_Your objective_. Your result should be the lines holding the word "command", copied from the entries below.

Segment Start: Listed entries

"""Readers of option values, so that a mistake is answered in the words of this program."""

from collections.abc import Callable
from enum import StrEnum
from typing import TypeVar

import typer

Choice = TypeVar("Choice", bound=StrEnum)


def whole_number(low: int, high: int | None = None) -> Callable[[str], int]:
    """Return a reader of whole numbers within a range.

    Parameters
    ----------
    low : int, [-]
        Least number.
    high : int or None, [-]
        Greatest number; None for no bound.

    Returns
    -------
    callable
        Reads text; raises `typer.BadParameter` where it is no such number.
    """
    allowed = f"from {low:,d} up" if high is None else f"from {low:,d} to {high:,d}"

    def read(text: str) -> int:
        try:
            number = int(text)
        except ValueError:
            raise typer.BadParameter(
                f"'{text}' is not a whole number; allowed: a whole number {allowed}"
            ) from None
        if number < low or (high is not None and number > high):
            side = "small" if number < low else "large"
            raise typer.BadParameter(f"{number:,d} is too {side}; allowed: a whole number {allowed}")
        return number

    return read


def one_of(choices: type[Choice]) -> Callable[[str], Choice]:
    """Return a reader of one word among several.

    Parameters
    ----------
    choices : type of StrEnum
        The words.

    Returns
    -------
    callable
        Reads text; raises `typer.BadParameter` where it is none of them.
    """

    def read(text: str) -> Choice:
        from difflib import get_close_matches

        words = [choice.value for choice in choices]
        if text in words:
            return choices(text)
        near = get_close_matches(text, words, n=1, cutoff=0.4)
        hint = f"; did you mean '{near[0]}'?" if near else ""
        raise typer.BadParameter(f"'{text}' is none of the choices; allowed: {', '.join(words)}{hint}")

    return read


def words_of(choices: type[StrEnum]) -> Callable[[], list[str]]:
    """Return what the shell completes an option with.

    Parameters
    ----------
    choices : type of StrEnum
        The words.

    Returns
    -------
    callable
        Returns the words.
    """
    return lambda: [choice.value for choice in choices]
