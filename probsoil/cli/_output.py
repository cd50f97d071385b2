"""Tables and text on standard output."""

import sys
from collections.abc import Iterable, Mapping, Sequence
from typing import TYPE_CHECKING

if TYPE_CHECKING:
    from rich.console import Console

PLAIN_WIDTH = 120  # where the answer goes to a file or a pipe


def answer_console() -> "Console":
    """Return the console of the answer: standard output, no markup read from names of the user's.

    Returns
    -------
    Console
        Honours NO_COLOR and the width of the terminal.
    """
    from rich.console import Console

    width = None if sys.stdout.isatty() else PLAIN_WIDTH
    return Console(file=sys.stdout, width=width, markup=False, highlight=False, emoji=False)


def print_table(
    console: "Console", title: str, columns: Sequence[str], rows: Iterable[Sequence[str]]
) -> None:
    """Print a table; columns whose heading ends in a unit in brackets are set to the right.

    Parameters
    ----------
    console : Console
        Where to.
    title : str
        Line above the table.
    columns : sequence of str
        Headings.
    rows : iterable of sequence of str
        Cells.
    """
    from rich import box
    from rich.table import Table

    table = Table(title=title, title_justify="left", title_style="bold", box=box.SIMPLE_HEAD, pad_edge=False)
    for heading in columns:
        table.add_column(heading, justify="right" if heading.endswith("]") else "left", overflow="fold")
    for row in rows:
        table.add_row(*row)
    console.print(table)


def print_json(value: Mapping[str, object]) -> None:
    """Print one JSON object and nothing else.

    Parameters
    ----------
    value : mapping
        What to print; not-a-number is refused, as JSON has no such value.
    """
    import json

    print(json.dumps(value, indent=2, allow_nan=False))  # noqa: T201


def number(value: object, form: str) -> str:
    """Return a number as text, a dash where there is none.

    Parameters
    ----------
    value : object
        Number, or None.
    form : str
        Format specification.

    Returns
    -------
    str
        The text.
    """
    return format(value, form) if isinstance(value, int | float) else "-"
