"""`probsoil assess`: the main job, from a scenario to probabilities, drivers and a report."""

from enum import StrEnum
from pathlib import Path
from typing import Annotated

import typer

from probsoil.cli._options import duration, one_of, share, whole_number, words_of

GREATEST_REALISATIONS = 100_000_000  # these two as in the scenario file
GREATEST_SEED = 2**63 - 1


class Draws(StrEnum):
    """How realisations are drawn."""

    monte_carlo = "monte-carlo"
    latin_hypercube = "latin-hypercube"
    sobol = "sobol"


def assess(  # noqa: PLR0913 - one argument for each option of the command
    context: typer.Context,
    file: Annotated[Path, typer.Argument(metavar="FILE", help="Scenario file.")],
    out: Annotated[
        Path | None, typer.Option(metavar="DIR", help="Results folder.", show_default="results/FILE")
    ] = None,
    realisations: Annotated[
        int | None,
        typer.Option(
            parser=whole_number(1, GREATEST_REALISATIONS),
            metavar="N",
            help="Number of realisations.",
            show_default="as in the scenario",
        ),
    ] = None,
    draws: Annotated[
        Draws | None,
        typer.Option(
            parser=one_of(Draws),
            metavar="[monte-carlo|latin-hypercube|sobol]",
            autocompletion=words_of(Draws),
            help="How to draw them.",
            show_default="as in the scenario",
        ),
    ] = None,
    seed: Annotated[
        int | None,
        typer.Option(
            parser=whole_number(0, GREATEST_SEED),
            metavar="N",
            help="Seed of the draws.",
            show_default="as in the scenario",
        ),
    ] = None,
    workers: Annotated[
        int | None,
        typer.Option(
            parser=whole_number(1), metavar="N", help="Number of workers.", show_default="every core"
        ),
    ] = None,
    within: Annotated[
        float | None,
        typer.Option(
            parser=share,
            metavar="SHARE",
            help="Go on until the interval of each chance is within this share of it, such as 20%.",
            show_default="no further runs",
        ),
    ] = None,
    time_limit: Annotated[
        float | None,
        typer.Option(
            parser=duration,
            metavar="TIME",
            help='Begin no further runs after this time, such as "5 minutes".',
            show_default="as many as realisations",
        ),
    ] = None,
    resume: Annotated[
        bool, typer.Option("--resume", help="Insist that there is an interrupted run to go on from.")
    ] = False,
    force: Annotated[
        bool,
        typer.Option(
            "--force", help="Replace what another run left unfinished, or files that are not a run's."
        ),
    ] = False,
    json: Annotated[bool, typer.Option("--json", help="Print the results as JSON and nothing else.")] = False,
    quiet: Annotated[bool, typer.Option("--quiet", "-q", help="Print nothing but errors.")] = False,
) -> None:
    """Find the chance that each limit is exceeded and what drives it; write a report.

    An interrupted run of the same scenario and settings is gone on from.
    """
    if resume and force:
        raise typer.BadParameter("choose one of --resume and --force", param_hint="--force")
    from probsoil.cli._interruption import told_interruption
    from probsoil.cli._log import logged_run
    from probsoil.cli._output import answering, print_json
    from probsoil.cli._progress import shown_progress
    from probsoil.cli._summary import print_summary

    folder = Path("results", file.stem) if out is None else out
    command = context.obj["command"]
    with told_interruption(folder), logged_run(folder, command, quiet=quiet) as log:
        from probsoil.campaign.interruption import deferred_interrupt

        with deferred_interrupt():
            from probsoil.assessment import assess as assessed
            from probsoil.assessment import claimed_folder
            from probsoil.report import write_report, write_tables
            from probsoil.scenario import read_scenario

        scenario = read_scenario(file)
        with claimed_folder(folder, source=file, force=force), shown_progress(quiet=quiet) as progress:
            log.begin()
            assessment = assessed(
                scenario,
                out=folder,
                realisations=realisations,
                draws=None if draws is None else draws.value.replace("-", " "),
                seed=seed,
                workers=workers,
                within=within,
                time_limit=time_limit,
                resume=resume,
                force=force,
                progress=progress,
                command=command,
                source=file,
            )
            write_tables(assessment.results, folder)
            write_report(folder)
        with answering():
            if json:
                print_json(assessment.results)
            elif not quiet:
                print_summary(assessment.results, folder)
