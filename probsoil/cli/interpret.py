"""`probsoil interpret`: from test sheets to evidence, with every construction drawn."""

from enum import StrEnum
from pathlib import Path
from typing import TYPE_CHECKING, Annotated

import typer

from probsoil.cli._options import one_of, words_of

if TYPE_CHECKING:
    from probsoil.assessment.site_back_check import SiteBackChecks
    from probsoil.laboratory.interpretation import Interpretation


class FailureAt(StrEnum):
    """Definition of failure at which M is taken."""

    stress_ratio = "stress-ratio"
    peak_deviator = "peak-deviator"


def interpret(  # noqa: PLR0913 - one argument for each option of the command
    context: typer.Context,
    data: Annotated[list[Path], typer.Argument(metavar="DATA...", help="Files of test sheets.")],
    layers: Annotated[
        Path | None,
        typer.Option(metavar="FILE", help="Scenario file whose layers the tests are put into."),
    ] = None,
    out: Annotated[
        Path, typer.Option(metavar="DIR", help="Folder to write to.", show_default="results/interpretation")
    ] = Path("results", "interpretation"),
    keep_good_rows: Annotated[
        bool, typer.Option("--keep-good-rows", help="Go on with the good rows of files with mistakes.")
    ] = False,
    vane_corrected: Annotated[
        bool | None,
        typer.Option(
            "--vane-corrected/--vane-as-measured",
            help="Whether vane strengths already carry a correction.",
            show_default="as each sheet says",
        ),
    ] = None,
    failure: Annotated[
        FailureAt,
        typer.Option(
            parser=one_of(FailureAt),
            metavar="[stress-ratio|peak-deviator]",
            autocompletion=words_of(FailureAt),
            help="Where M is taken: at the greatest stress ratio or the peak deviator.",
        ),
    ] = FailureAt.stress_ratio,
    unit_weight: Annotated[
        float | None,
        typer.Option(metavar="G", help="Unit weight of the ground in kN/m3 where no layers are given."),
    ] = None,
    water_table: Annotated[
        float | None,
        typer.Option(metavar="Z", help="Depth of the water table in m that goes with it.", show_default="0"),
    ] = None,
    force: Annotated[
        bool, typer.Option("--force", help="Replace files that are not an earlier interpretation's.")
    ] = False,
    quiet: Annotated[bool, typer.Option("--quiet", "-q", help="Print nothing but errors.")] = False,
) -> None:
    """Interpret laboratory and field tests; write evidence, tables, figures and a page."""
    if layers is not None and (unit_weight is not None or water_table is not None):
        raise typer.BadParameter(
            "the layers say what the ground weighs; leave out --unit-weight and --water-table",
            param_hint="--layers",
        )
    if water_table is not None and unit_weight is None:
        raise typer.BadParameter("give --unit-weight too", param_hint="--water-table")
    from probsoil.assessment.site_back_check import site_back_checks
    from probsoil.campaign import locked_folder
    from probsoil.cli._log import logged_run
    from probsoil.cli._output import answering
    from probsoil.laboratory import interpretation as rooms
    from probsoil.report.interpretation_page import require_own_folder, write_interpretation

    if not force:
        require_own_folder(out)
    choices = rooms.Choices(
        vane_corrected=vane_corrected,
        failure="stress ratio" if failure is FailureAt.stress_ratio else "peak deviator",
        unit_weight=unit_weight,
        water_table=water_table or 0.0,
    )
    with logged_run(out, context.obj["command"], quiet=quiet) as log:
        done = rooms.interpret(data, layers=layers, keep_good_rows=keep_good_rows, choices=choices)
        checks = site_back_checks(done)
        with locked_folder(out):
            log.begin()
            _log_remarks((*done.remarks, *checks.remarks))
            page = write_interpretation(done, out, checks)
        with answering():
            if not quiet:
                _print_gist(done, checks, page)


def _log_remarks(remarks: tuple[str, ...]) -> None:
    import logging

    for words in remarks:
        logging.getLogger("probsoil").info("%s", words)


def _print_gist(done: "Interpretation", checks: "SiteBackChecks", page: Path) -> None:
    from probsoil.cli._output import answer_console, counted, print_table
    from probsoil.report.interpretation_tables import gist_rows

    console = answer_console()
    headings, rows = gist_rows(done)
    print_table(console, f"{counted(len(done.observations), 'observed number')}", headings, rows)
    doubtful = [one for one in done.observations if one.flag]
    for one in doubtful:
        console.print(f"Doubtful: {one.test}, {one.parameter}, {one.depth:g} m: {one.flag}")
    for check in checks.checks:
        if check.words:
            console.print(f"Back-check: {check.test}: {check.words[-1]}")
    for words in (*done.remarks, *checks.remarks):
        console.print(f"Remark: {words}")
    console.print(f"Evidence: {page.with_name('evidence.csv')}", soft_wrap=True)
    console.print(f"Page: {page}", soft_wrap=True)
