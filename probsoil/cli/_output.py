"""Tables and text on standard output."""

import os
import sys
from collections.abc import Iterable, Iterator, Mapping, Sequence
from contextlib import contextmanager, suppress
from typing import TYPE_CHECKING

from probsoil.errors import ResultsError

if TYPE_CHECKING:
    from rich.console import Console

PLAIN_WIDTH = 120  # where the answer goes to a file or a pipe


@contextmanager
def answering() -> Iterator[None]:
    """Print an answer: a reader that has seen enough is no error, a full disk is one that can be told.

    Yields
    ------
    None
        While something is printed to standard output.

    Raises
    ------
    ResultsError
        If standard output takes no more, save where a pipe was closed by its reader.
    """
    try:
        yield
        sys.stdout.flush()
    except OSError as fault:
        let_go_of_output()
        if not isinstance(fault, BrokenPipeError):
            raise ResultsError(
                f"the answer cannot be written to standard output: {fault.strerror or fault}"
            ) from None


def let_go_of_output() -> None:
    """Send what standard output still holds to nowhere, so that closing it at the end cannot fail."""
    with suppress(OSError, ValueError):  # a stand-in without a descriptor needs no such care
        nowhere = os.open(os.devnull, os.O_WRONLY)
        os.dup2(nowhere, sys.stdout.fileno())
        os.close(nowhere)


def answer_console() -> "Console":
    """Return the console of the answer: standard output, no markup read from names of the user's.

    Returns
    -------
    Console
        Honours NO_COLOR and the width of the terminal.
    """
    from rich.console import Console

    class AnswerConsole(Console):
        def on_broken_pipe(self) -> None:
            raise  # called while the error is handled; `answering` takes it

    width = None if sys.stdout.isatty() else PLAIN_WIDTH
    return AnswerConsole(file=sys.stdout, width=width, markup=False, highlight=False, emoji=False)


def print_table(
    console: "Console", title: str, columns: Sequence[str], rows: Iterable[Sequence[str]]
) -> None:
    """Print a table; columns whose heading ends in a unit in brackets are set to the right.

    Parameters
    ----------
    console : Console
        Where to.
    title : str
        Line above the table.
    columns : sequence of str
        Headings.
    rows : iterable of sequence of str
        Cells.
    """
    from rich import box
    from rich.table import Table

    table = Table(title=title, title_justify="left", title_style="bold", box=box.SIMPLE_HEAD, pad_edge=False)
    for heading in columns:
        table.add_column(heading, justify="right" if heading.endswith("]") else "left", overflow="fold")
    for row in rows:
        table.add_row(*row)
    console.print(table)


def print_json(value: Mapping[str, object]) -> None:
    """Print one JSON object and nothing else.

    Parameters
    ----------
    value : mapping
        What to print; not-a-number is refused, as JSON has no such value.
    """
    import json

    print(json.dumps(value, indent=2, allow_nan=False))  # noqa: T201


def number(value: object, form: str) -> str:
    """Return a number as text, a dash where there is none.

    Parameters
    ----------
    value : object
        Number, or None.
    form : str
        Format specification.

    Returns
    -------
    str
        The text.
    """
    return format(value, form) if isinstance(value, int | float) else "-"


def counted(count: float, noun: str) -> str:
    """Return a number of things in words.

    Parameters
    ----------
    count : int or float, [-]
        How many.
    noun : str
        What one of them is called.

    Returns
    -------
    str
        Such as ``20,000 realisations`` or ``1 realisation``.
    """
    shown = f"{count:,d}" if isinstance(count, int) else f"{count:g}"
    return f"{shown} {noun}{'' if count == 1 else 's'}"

Segment End: Listed entries

_Reply to the task_.
def assess(  # noqa: PLR0913 - one argument for each option of the command
    command = context.obj["command"]
    with told_interruption(folder), logged_run(folder, command, quiet=quiet) as log:
                command=command,
def interpret(  # noqa: PLR0913 - one argument for each option of the command
    with logged_run(out, context.obj["command"], quiet=quiet) as log:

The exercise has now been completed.